Required work: Every line of the entries below that includes "chapter" belongs in the answer, copied as written.

(Collected data entries)
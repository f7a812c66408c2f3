package loopwright.characterise;

import static org.assertj.core.api.Assertions.assertThat;
import static org.assertj.core.api.Assertions.assertThatThrownBy;
import static org.assertj.core.api.Assertions.within;

import loopwright.circuit.DepletionCapacitance;
import loopwright.part.TransistorParameters;
import org.junit.jupiter.api.Test;
import org.junit.jupiter.params.ParameterizedTest;
import org.junit.jupiter.params.provider.CsvSource;

class TransistorFiguresTest {
  /** kT/q at 25 °C with the constants of the SI of 2019, V. */
  private static final double THERMAL_VOLTAGE = 25.692579121e-3;

  private static final TransistorParameters PLAIN =
      TransistorParameters.DEFAULTS.withSaturationCurrent(1e-14).withForwardBeta(200);

  /**
   * The transport form of Gummel and Poon (Bell System Technical Journal 49, 1970, 827–852) with
   * I_S = 1e-14 A, β_F = 200, β_R = 4, V_A = 100 V, I_K = 0.1 A, I_rec = 1e-13 A, n_rec = 2 at V_CE
   * = 5 V, computed from the formula without shunts, which here weigh up to 6e-7 of the base
   * current.
   */
  @ParameterizedTest
  @CsvSource({
    "0.60, 1.44610113e-4, 205.02947, 7.21941e5",
    "0.65, 1.00371248e-3, 205.39351, 1.03964e5",
    "0.70, 6.66545819e-3, 195.59542, 1.56478e4",
    "0.75, 3.67030258e-2, 154.06706, 2.84037e3",
    "0.80, 1.45130590e-1, 87.06416, 7.17974e2"
  })
  void giveBackTheTransportModel(double voltage, double current, double beta, double resistance) {
    TransistorFigures figures =
        new TransistorFigures(
            new TransistorParameters(1e-14, 200, 4, 100, 0.1, 1e-13, 2, 0, 0, 0, 0, 0, 0, 0, 0));

    // Half a digit of the printed current is 3.5e-9 of it, or 1e-10 V, and the shunt's share.
    assertThat(figures.baseEmitterVoltage(current, 5)).isCloseTo(voltage, within(5e-10));
    assertThat(figures.beta(current, 5)).isCloseTo(beta, within(1e-6 * beta));
    // At constant base current the shunt of 1e-13 S from the collector counts 1 + β times.
    double shunt = 1e-13 * (1 + beta) * resistance;
    assertThat(1 / figures.outputConductance(current, 5))
        .isCloseTo(resistance, within((5e-6 + 1.01 * shunt) * resistance));
  }

  /**
   * f_T = g_m/(2π(C_je + τ_F g_m + C_µ)): Gray, Hurst, Lewis and Meyer, chapter 1 (from memory).
   */
  @ParameterizedTest
  @CsvSource({"1e-4, 51.378079", "1e-3, 237.625526", "1e-2, 372.748100"})
  void giveTheTransitionFrequencyOfTheTexts(double current, double megahertz) {
    double baseEmitter = THERMAL_VOLTAGE * Math.log(current / 1e-14);
    TransistorParameters parameters =
        PLAIN
            .withTransitTime(400e-12)
            .withBaseEmitterCapacitance(8e-12 / DepletionCapacitance.factor(baseEmitter))
            .withBaseCollectorCapacitance(2.5e-12 / DepletionCapacitance.factor(baseEmitter - 5));

    assertThat(new TransistorFigures(parameters).transitionFrequency(current, 5) / 1e6)
        .isCloseTo(megahertz, within(2e-8 * megahertz));
  }

  /** C_µ of the collector shunted by C_µ (r_C + r_E) adds to the delay: same chapter. */
  @Test
  void letOhmicResistancesSlowTheTransistorDown() {
    double current = 1e-3;
    TransistorParameters parameters =
        new TransistorParameters(
            1e-14,
            200,
            3,
            Double.POSITIVE_INFINITY,
            Double.POSITIVE_INFINITY,
            0,
            2,
            50,
            2,
            30,
            0,
            10e-12,
            400e-12,
            0,
            0);
    double baseEmitter = THERMAL_VOLTAGE * Math.log(current / 1e-14);
    double across = 5 - current * 30 - current * (1 + 1 / 200.0) * 2;
    double collector = 10e-12 * DepletionCapacitance.factor(baseEmitter - across);
    double transconductance = current / THERMAL_VOLTAGE;
    double delay = 400e-12 + collector / transconductance + collector * (30 + 2 * (1 + 1 / 200.0));

    assertThat(new TransistorFigures(parameters).transitionFrequency(current, 5))
        .isCloseTo(1 / (2 * Math.PI * delay), within(1e-7 / (2 * Math.PI * delay)));
  }

  /** Built-in voltage 0.7 V and exponent 1/3: C(−5 V) = C₀/(1 + 5/0.7)^(1/3). */
  @Test
  void giveJunctionCapacitancesUnderReverseVoltage() {
    TransistorFigures figures =
        new TransistorFigures(
            PLAIN.withBaseCollectorCapacitance(8e-12).withBaseEmitterCapacitance(16e-12));

    assertThat(figures.outputCapacitance(5))
        .isCloseTo(8e-12 / Math.cbrt(1 + 5 / 0.7), within(1e-24));
    assertThat(figures.inputCapacitance(0.5))
        .isCloseTo(16e-12 / Math.cbrt(1 + 0.5 / 0.7), within(1e-24));
  }

  /**
   * Saturated with I_B = I_C/10 the ideal equations solve in closed form: the two exponentials are
   * unknowns of two linear equations (Ebers and Moll, Proceedings of the IRE 42, 1954, 1761–1772).
   */
  @Test
  void giveTheSaturatedBaseEmitterVoltage() {
    double collector = 10e-3;
    double base = 1e-3;
    // I_C = I_S (F − R) − (I_S/3) R and I_B = (I_S/200) F + (I_S/3) R, F and R less one.
    double forward = (collector + 4 * base) / (1 + 4 / 200.0) / 1e-14;

    assertThat(new TransistorFigures(PLAIN).saturatedBaseEmitterVoltage(collector))
        .isCloseTo(THERMAL_VOLTAGE * Math.log1p(forward), within(1e-11));
  }

  /** Published: with E_G = 1.12 V and X = 3, 0.65 V at 25 °C become these at the same current. */
  @ParameterizedTest
  @CsvSource({"0, 0.6955938", "25, 0.65", "50, 0.6038636", "75, 0.5572267"})
  void followTheTemperatureLaw(double celsius, double voltage) {
    double current = 1e-14 * Math.expm1(0.65 / THERMAL_VOLTAGE);

    assertThat(new TransistorFigures(PLAIN, celsius + 273.15).baseEmitterVoltage(current, 5))
        .isCloseTo(voltage, within(5.1e-8));
  }

  @Test
  void sayWhenABiasIsOutOfReach() {
    TransistorFigures figures =
        new TransistorFigures(
            new TransistorParameters(1e-14, 8, 3, 100, 0.1, 0, 2, 0, 0, 100, 0, 0, 0, 0, 0));

    assertThatThrownBy(() -> figures.beta(0.1, 5))
        .isInstanceOf(FitException.class)
        .hasMessage(
            "A collector current of 100 mA at 5 V between collector and emitter is out of this"
                + " transistor's reach: the resistances leave no voltage.");
    assertThatThrownBy(() -> figures.saturatedBaseEmitterVoltage(1e-3))
        .isInstanceOf(FitException.class)
        .hasMessageStartingWith("A current gain of 10 does not saturate this transistor at 1 mA");
  }
}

Response to this exercise:
   * f_T = g_m/(2π(C_je + τ_F g_m + C_µ)): Gray, Hurst, Lewis and Meyer, chapter 1 (from memory).
  /** C_µ of the collector shunted by C_µ (r_C + r_E) adds to the delay: same chapter. */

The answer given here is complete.